**Stored data entries**:
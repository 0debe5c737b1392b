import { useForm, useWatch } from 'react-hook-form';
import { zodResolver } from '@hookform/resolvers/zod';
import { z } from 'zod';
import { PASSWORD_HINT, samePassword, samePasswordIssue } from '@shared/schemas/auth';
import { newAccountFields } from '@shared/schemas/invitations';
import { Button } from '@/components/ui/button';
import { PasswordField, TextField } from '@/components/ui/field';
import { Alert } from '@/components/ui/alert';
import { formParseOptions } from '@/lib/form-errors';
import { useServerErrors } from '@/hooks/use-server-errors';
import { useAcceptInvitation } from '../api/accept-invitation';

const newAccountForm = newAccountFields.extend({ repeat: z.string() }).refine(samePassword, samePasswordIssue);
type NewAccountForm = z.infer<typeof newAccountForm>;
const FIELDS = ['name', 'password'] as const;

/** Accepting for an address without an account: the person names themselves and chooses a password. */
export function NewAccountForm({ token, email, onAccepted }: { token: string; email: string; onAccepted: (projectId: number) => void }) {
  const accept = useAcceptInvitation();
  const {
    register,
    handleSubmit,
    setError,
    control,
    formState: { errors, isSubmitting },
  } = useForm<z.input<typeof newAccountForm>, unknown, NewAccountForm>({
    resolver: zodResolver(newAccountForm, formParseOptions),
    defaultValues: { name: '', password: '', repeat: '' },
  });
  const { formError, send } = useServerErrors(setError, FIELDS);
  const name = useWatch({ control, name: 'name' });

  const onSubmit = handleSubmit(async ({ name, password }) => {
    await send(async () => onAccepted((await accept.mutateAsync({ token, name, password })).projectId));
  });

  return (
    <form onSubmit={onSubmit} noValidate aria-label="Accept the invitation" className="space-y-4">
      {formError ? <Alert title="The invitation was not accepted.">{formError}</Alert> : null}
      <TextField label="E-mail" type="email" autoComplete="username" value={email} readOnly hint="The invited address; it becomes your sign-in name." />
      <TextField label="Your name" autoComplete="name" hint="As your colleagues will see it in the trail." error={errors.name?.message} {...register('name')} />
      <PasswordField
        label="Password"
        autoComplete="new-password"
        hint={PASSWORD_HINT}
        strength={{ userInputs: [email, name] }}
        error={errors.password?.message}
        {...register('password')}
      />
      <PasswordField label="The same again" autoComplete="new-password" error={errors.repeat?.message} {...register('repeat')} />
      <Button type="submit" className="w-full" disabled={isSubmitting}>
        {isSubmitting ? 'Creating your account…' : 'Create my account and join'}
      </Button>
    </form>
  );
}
--
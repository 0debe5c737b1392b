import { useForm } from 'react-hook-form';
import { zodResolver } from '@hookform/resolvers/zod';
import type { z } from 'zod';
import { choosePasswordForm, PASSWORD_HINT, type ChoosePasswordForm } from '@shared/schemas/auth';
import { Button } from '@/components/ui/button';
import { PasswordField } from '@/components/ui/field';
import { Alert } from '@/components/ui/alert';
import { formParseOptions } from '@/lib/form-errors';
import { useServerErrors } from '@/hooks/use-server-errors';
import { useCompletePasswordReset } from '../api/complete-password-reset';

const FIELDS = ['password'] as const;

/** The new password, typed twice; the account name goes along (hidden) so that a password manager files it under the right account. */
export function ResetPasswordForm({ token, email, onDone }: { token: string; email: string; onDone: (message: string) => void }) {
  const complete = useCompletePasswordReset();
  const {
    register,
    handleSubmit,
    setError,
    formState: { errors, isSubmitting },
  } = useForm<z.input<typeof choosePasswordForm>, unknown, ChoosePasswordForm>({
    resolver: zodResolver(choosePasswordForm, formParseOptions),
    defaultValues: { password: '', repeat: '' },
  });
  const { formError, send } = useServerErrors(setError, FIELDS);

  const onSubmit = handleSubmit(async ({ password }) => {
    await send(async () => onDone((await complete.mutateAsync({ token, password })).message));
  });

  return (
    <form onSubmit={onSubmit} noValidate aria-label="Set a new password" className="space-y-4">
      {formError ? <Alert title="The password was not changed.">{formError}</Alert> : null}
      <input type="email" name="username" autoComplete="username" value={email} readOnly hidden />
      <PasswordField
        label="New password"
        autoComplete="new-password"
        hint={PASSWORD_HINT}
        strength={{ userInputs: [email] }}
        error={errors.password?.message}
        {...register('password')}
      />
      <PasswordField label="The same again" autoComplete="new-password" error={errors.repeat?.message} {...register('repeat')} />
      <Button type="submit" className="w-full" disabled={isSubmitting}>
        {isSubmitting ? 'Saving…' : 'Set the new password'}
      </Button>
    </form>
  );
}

**How to complete this task**: Wherever the word "token" appears in the entries above, copy that whole line.

**Solution to this exercise**:
export function NewAccountForm({ token, email, onAccepted }: { token: string; email: string; onAccepted: (projectId: number) => void }) {
    await send(async () => onAccepted((await accept.mutateAsync({ token, name, password })).projectId));
export function ResetPasswordForm({ token, email, onDone }: { token: string; email: string; onDone: (message: string) => void }) {
    await send(async () => onDone((await complete.mutateAsync({ token, password })).message));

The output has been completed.